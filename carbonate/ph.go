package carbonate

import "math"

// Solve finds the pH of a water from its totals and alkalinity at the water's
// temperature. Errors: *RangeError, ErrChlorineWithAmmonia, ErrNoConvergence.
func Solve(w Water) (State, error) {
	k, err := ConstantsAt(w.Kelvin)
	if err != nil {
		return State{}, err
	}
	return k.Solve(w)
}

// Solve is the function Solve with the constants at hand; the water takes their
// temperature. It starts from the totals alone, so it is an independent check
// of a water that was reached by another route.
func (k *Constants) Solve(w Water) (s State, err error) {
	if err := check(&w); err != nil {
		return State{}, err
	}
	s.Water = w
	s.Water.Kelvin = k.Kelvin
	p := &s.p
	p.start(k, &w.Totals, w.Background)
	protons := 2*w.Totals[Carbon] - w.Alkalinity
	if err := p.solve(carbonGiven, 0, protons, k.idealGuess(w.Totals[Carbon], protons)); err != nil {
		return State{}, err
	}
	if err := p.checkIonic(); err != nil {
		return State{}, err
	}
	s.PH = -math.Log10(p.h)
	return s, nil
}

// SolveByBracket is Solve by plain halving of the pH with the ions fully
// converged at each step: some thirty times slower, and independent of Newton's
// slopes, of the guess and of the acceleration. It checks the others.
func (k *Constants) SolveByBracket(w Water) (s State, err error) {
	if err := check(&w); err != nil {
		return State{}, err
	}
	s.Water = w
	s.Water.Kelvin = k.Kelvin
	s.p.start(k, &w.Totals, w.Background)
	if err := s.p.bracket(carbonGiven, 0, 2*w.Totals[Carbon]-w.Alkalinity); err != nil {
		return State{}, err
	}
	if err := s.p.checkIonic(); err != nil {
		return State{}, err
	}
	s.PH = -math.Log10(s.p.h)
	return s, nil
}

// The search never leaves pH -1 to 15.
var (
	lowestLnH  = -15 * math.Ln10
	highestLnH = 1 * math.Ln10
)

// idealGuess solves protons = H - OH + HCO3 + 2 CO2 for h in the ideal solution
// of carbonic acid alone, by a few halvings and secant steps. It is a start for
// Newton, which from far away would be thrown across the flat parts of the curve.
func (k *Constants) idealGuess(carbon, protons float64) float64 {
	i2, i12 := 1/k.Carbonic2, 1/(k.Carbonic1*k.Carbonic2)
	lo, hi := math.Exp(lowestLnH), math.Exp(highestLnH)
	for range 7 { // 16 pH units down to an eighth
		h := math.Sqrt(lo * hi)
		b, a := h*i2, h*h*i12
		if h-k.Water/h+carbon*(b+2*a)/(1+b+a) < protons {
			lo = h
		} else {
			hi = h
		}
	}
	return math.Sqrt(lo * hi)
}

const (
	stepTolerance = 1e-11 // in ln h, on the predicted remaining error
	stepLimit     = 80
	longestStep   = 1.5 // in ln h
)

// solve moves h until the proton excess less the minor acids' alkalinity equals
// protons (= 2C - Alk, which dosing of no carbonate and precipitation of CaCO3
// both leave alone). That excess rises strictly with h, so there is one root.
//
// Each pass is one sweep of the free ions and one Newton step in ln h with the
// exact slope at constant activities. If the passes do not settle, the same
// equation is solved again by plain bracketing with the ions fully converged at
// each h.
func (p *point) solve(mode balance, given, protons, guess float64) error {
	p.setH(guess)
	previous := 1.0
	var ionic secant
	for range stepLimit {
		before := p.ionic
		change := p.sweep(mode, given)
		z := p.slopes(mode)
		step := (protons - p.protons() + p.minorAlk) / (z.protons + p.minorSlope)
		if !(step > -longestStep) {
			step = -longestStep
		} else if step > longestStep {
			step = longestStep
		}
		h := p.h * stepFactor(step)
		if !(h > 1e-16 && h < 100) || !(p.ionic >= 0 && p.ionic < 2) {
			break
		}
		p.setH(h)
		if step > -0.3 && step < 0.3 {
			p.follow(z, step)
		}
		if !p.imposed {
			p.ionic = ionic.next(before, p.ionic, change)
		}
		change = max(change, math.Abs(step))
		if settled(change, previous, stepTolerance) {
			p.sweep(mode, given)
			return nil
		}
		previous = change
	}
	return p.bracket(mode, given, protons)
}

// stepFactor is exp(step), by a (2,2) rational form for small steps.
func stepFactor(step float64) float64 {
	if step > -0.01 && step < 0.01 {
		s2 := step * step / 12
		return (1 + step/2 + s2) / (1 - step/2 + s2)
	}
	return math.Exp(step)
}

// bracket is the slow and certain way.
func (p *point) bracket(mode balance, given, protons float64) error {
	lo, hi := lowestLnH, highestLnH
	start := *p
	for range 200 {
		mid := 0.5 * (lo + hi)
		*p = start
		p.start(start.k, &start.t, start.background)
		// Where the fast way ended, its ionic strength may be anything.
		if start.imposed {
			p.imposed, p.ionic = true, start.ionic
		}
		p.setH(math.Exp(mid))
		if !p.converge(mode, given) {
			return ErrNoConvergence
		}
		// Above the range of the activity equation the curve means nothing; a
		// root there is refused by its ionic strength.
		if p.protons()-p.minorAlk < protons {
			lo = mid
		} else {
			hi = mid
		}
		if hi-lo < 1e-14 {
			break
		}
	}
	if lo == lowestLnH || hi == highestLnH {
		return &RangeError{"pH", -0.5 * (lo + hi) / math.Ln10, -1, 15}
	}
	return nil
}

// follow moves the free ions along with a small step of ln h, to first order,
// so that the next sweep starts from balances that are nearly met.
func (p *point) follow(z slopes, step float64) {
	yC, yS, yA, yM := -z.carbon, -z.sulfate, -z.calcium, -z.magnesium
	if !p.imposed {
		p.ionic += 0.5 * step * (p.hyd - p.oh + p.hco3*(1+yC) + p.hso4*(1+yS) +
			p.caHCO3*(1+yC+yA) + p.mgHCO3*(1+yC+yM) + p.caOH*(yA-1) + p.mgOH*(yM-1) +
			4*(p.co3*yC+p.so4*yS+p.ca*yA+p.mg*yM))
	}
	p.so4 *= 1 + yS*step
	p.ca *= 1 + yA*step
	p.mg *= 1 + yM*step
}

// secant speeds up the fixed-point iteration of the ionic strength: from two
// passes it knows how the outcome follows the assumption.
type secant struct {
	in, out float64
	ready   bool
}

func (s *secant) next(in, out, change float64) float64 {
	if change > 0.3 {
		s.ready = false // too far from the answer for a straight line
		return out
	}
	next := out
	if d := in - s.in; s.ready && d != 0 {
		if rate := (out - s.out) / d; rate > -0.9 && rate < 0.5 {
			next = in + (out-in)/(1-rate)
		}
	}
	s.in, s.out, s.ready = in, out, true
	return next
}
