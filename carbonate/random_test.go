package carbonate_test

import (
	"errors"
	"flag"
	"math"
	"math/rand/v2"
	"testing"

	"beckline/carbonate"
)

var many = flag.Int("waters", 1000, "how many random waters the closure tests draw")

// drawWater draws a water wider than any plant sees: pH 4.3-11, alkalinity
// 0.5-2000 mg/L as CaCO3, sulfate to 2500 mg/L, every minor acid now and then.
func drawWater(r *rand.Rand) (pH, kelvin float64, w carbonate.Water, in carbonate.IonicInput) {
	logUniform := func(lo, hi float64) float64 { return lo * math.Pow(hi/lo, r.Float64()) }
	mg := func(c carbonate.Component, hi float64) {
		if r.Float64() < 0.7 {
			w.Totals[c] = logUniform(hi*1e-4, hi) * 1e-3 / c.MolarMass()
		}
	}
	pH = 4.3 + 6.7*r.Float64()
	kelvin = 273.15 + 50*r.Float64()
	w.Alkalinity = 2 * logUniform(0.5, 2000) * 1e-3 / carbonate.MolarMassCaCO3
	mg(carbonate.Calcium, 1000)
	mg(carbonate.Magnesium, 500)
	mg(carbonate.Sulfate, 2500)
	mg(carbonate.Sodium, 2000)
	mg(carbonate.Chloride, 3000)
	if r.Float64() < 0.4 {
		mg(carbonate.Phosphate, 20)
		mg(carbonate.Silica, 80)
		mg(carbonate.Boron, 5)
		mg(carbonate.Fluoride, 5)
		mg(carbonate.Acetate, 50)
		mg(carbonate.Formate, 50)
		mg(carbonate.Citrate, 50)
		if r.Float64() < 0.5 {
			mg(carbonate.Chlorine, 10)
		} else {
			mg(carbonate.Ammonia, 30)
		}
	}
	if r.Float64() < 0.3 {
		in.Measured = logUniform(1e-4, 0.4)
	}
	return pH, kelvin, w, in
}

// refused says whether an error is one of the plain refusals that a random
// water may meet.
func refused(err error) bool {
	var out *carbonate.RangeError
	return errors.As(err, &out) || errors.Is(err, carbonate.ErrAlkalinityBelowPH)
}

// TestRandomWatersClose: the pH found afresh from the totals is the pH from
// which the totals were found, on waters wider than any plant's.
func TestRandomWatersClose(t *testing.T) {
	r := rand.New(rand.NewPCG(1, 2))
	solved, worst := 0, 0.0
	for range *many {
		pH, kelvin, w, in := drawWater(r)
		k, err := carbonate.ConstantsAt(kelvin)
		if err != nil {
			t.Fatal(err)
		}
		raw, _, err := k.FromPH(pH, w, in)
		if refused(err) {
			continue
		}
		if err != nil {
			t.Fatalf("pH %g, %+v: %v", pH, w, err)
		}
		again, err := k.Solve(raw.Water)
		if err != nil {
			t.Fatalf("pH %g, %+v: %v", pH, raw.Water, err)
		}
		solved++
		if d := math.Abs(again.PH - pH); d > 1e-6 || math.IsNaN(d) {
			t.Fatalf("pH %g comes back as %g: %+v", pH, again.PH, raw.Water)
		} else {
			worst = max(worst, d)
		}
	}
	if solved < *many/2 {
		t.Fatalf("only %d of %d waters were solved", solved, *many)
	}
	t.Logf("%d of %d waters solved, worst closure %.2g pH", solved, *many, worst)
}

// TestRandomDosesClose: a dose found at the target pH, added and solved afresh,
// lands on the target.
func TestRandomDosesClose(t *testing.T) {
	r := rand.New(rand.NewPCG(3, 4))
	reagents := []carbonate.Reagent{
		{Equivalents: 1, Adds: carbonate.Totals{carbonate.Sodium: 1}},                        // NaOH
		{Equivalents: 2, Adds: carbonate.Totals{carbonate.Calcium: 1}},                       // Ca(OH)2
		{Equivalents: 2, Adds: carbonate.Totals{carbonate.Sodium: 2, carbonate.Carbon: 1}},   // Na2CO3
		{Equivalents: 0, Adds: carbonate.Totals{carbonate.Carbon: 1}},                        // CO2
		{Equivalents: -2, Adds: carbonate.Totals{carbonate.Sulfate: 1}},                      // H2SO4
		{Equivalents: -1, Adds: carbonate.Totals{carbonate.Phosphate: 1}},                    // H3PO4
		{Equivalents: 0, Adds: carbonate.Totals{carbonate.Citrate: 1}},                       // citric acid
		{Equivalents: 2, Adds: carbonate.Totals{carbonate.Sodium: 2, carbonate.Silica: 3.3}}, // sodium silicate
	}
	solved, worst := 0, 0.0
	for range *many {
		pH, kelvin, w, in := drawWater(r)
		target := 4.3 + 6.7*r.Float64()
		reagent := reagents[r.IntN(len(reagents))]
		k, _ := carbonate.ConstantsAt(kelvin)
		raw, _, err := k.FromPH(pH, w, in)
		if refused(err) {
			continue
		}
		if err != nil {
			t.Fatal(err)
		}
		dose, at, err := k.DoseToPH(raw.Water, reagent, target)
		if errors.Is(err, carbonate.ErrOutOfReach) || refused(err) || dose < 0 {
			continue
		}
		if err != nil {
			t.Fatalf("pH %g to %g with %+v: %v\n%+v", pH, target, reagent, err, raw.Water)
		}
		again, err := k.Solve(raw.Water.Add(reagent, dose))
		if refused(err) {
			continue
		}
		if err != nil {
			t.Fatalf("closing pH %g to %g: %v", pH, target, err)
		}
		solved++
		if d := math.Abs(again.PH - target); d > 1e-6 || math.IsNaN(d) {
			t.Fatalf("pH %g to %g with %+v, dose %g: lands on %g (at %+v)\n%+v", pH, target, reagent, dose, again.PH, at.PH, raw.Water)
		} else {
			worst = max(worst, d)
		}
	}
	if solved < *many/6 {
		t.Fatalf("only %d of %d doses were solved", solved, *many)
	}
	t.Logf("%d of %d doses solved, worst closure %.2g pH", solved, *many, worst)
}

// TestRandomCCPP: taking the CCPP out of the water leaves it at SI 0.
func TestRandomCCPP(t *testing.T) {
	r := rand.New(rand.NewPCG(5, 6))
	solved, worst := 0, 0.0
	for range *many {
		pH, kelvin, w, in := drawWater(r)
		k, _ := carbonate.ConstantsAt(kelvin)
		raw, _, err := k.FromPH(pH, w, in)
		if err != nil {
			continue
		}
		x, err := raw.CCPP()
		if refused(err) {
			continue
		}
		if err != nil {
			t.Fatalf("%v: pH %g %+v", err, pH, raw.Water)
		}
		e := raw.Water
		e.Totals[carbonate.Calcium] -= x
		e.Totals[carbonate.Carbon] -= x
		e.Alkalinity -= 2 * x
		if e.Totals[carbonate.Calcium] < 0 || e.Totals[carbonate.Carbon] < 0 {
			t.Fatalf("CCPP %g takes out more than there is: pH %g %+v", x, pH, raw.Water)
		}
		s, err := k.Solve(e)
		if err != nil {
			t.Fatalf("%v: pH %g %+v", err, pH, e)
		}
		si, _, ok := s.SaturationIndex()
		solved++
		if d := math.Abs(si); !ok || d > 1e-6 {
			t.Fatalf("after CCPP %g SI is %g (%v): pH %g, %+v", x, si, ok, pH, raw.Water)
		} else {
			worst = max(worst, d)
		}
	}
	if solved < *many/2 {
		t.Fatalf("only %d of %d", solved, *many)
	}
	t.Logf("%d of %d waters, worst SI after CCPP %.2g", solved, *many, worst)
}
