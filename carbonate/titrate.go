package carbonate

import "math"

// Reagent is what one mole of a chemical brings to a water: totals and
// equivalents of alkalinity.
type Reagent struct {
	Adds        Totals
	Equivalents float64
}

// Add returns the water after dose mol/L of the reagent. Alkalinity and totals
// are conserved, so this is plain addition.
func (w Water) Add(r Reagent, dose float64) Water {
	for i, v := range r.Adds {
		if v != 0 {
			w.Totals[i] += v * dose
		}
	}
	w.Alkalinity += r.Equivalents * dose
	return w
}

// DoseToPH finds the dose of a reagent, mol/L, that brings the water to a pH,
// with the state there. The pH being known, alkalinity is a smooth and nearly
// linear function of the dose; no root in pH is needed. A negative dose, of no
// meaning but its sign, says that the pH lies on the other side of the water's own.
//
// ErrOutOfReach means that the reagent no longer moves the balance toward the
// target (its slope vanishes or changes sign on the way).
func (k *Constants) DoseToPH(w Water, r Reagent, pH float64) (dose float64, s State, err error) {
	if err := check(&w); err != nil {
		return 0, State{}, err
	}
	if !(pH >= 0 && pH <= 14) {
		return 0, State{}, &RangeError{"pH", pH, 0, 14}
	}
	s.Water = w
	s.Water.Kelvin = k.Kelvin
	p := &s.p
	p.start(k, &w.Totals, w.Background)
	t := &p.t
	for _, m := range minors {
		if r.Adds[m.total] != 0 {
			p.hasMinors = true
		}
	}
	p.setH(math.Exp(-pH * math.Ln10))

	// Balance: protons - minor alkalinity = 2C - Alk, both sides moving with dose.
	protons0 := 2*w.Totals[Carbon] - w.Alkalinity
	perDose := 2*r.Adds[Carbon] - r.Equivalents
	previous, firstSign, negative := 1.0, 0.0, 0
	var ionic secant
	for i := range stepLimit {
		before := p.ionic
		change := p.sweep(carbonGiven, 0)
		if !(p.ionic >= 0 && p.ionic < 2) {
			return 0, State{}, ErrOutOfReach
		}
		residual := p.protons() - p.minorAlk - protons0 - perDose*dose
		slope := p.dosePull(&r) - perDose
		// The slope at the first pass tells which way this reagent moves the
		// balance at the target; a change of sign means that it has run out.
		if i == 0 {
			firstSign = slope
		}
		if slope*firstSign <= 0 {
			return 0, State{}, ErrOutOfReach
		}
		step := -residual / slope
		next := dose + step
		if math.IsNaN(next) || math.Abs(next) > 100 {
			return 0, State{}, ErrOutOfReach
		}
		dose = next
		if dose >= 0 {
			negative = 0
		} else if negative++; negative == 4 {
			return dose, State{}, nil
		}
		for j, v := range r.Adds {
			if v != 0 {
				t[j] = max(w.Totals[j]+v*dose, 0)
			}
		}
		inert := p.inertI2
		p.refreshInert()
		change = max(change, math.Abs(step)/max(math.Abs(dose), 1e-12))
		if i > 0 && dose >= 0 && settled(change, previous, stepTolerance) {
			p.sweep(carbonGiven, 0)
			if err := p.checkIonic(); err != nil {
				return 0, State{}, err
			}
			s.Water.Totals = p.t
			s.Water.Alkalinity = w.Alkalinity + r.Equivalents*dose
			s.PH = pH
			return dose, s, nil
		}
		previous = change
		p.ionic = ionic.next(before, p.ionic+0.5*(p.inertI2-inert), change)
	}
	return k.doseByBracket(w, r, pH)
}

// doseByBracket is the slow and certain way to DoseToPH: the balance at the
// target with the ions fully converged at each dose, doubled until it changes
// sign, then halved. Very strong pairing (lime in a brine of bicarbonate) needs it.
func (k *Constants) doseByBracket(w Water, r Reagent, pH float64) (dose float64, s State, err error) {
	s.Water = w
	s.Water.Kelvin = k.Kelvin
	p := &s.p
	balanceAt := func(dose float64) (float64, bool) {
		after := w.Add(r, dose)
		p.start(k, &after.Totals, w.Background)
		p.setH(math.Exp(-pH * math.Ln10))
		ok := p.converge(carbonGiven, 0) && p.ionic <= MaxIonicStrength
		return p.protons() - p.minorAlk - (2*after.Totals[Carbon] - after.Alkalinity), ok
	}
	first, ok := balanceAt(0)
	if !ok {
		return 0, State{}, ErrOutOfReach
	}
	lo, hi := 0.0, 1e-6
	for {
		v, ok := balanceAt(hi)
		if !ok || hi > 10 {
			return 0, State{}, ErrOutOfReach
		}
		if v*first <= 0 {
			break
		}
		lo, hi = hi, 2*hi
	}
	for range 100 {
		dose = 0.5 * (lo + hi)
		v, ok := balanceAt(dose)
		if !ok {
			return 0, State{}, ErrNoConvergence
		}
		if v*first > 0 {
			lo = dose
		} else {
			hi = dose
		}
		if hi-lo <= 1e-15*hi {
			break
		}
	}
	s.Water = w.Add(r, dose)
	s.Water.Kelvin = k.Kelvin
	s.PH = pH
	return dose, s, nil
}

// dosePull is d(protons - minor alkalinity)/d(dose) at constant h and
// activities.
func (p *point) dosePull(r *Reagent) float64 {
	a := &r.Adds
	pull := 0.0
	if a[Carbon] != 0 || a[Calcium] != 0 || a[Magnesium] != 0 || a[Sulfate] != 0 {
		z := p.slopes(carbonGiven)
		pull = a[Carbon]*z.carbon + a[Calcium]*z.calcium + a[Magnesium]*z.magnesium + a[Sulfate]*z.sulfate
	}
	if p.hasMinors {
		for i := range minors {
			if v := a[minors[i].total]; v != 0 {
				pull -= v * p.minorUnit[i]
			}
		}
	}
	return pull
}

*Exercise brief*
Go over the listing above and return each line with "stepFactor".

*Result*
		h := p.h * stepFactor(step)
// stepFactor is exp(step), by a (2,2) rational form for small steps.
func stepFactor(step float64) float64 {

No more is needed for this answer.